What appears in the data must be reproduced exactly.

Stored data entries
• • • •
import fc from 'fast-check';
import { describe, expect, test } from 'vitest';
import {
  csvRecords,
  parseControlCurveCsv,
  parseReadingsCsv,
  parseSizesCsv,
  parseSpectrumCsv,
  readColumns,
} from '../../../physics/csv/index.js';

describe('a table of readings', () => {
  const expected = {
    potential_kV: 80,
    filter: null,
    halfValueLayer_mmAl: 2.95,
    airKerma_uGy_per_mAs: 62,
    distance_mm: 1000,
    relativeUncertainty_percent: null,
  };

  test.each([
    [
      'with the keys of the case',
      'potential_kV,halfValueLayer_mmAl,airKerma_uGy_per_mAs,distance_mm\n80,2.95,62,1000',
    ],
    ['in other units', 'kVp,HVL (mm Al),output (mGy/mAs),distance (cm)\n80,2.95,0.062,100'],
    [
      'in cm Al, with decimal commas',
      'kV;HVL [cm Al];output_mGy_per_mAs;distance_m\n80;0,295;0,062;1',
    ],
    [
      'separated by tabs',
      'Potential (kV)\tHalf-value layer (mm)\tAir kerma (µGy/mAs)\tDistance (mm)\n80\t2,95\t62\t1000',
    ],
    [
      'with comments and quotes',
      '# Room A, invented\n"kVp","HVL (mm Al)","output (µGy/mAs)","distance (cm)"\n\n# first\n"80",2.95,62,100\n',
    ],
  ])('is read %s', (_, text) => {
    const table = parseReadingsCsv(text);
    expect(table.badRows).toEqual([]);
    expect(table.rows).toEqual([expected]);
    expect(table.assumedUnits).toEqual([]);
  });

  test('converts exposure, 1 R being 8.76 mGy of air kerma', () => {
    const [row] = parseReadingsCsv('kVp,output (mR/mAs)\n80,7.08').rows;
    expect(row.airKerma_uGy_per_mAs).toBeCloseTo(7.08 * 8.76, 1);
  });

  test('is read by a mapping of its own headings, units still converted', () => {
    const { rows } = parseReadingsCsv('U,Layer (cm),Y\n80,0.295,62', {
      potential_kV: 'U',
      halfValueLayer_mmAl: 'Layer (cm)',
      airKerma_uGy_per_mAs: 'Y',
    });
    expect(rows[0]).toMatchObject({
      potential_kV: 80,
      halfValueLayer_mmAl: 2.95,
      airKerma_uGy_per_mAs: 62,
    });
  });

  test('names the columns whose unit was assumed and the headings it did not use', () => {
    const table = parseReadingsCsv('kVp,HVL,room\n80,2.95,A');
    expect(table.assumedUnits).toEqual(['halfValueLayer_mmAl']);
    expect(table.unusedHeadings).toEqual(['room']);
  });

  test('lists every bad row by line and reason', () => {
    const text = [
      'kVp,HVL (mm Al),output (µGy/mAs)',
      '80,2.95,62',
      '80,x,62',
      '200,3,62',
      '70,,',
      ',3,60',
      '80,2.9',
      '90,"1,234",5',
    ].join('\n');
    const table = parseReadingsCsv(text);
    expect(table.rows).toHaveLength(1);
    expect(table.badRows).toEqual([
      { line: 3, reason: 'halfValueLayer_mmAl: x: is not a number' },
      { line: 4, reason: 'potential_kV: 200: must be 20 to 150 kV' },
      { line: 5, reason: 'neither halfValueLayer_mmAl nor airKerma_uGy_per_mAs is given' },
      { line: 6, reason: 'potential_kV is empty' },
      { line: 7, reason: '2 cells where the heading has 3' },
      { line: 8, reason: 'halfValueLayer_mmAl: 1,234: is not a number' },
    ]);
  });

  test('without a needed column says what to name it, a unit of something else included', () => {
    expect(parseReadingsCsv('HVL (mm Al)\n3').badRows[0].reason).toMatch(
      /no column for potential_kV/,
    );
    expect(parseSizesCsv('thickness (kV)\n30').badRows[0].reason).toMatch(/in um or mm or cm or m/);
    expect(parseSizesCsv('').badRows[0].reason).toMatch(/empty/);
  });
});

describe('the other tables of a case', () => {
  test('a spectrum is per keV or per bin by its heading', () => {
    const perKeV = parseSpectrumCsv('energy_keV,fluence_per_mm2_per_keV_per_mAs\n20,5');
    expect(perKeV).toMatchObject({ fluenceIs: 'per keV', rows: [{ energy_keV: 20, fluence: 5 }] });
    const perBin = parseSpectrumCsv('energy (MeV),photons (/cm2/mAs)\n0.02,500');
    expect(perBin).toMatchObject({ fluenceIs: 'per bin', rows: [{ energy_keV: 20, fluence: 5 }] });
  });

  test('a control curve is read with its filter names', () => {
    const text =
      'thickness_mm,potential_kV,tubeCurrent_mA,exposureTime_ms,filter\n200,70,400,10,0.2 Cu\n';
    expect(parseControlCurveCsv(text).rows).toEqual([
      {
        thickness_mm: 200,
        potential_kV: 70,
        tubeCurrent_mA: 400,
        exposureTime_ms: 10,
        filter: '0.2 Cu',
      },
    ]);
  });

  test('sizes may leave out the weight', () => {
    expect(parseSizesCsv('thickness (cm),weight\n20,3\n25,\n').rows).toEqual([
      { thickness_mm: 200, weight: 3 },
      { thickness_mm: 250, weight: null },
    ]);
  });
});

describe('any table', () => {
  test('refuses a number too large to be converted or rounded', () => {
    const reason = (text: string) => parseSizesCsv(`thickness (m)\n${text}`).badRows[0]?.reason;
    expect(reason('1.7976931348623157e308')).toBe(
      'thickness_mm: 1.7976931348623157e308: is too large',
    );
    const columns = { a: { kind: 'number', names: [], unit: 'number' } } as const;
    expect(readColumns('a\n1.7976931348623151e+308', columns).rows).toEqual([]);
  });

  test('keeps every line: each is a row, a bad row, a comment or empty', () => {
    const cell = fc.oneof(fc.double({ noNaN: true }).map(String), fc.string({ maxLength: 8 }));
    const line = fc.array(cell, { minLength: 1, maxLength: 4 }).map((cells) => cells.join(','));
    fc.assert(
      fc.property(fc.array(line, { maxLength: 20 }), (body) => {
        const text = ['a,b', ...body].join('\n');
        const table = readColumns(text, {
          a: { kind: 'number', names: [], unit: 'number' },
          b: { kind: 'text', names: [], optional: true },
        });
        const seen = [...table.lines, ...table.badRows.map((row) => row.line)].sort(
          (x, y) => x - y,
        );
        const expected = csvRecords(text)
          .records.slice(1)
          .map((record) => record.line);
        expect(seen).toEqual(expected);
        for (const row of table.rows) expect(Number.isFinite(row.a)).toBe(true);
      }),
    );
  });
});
• • • •
Output for this exercise
import fc from 'fast-check';
import { describe, expect, test } from 'vitest';
import {
  csvRecords,
  parseControlCurveCsv,
  parseReadingsCsv,
  parseSizesCsv,
  parseSpectrumCsv,
  readColumns,
} from '../../../physics/csv/index.js';

describe('a table of readings', () => {
  const expected = {
    potential_kV: 80,
    filter: null,
    halfValueLayer_mmAl: 2.95,
    airKerma_uGy_per_mAs: 62,
    distance_mm: 1000,
    relativeUncertainty_percent: null,
  };

  test.each([
    [
      'with the keys of the case',
      'potential_kV,halfValueLayer_mmAl,airKerma_uGy_per_mAs,distance_mm\n80,2.95,62,1000',
    ],
    ['in other units', 'kVp,HVL (mm Al),output (mGy/mAs),distance (cm)\n80,2.95,0.062,100'],
    [
      'in cm Al, with decimal commas',
      'kV;HVL [cm Al];output_mGy_per_mAs;distance_m\n80;0,295;0,062;1',
    ],
    [
      'separated by tabs',
      'Potential (kV)\tHalf-value layer (mm)\tAir kerma (µGy/mAs)\tDistance (mm)\n80\t2,95\t62\t1000',
    ],
    [
      'with comments and quotes',
      '# Room A, invented\n"kVp","HVL (mm Al)","output (µGy/mAs)","distance (cm)"\n\n# first\n"80",2.95,62,100\n',
    ],
  ])('is read %s', (_, text) => {
    const table = parseReadingsCsv(text);
    expect(table.badRows).toEqual([]);
    expect(table.rows).toEqual([expected]);
    expect(table.assumedUnits).toEqual([]);
  });

  test('converts exposure, 1 R being 8.76 mGy of air kerma', () => {
    const [row] = parseReadingsCsv('kVp,output (mR/mAs)\n80,7.08').rows;
    expect(row.airKerma_uGy_per_mAs).toBeCloseTo(7.08 * 8.76, 1);
  });

  test('is read by a mapping of its own headings, units still converted', () => {
    const { rows } = parseReadingsCsv('U,Layer (cm),Y\n80,0.295,62', {
      potential_kV: 'U',
      halfValueLayer_mmAl: 'Layer (cm)',
      airKerma_uGy_per_mAs: 'Y',
    });
    expect(rows[0]).toMatchObject({
      potential_kV: 80,
      halfValueLayer_mmAl: 2.95,
      airKerma_uGy_per_mAs: 62,
    });
  });

  test('names the columns whose unit was assumed and the headings it did not use', () => {
    const table = parseReadingsCsv('kVp,HVL,room\n80,2.95,A');
    expect(table.assumedUnits).toEqual(['halfValueLayer_mmAl']);
    expect(table.unusedHeadings).toEqual(['room']);
  });

  test('lists every bad row by line and reason', () => {
    const text = [
      'kVp,HVL (mm Al),output (µGy/mAs)',
      '80,2.95,62',
      '80,x,62',
      '200,3,62',
      '70,,',
      ',3,60',
      '80,2.9',
      '90,"1,234",5',
    ].join('\n');
    const table = parseReadingsCsv(text);
    expect(table.rows).toHaveLength(1);
    expect(table.badRows).toEqual([
      { line: 3, reason: 'halfValueLayer_mmAl: x: is not a number' },
      { line: 4, reason: 'potential_kV: 200: must be 20 to 150 kV' },
      { line: 5, reason: 'neither halfValueLayer_mmAl nor airKerma_uGy_per_mAs is given' },
      { line: 6, reason: 'potential_kV is empty' },
      { line: 7, reason: '2 cells where the heading has 3' },
      { line: 8, reason: 'halfValueLayer_mmAl: 1,234: is not a number' },
    ]);
  });

  test('without a needed column says what to name it, a unit of something else included', () => {
    expect(parseReadingsCsv('HVL (mm Al)\n3').badRows[0].reason).toMatch(
      /no column for potential_kV/,
    );
    expect(parseSizesCsv('thickness (kV)\n30').badRows[0].reason).toMatch(/in um or mm or cm or m/);
    expect(parseSizesCsv('').badRows[0].reason).toMatch(/empty/);
  });
});

describe('the other tables of a case', () => {
  test('a spectrum is per keV or per bin by its heading', () => {
    const perKeV = parseSpectrumCsv('energy_keV,fluence_per_mm2_per_keV_per_mAs\n20,5');
    expect(perKeV).toMatchObject({ fluenceIs: 'per keV', rows: [{ energy_keV: 20, fluence: 5 }] });
    const perBin = parseSpectrumCsv('energy (MeV),photons (/cm2/mAs)\n0.02,500');
    expect(perBin).toMatchObject({ fluenceIs: 'per bin', rows: [{ energy_keV: 20, fluence: 5 }] });
  });

  test('a control curve is read with its filter names', () => {
    const text =
      'thickness_mm,potential_kV,tubeCurrent_mA,exposureTime_ms,filter\n200,70,400,10,0.2 Cu\n';
    expect(parseControlCurveCsv(text).rows).toEqual([
      {
        thickness_mm: 200,
        potential_kV: 70,
        tubeCurrent_mA: 400,
        exposureTime_ms: 10,
        filter: '0.2 Cu',
      },
    ]);
  });

  test('sizes may leave out the weight', () => {
    expect(parseSizesCsv('thickness (cm),weight\n20,3\n25,\n').rows).toEqual([
      { thickness_mm: 200, weight: 3 },
      { thickness_mm: 250, weight: null },
    ]);
  });
});

describe('any table', () => {
  test('refuses a number too large to be converted or rounded', () => {
    const reason = (text: string) => parseSizesCsv(`thickness (m)\n${text}`).badRows[0]?.reason;
    expect(reason('1.7976931348623157e308')).toBe(
      'thickness_mm: 1.7976931348623157e308: is too large',
    );
    const columns = { a: { kind: 'number', names: [], unit: 'number' } } as const;
    expect(readColumns('a\n1.7976931348623151e+308', columns).rows).toEqual([]);
  });

  test('keeps every line: each is a row, a bad row, a comment or empty', () => {
    const cell = fc.oneof(fc.double({ noNaN: true }).map(String), fc.string({ maxLength: 8 }));
    const line = fc.array(cell, { minLength: 1, maxLength: 4 }).map((cells) => cells.join(','));
    fc.assert(
      fc.property(fc.array(line, { maxLength: 20 }), (body) => {
        const text = ['a,b', ...body].join('\n');
        const table = readColumns(text, {
          a: { kind: 'number', names: [], unit: 'number' },
          b: { kind: 'text', names: [], optional: true },
        });
        const seen = [...table.lines, ...table.badRows.map((row) => row.line)].sort(
          (x, y) => x - y,
        );
        const expected = csvRecords(text)
          .records.slice(1)
          .map((record) => record.line);
        expect(seen).toEqual(expected);
        for (const row of table.rows) expect(Number.isFinite(row.a)).toBe(true);
      }),
    );
  });
});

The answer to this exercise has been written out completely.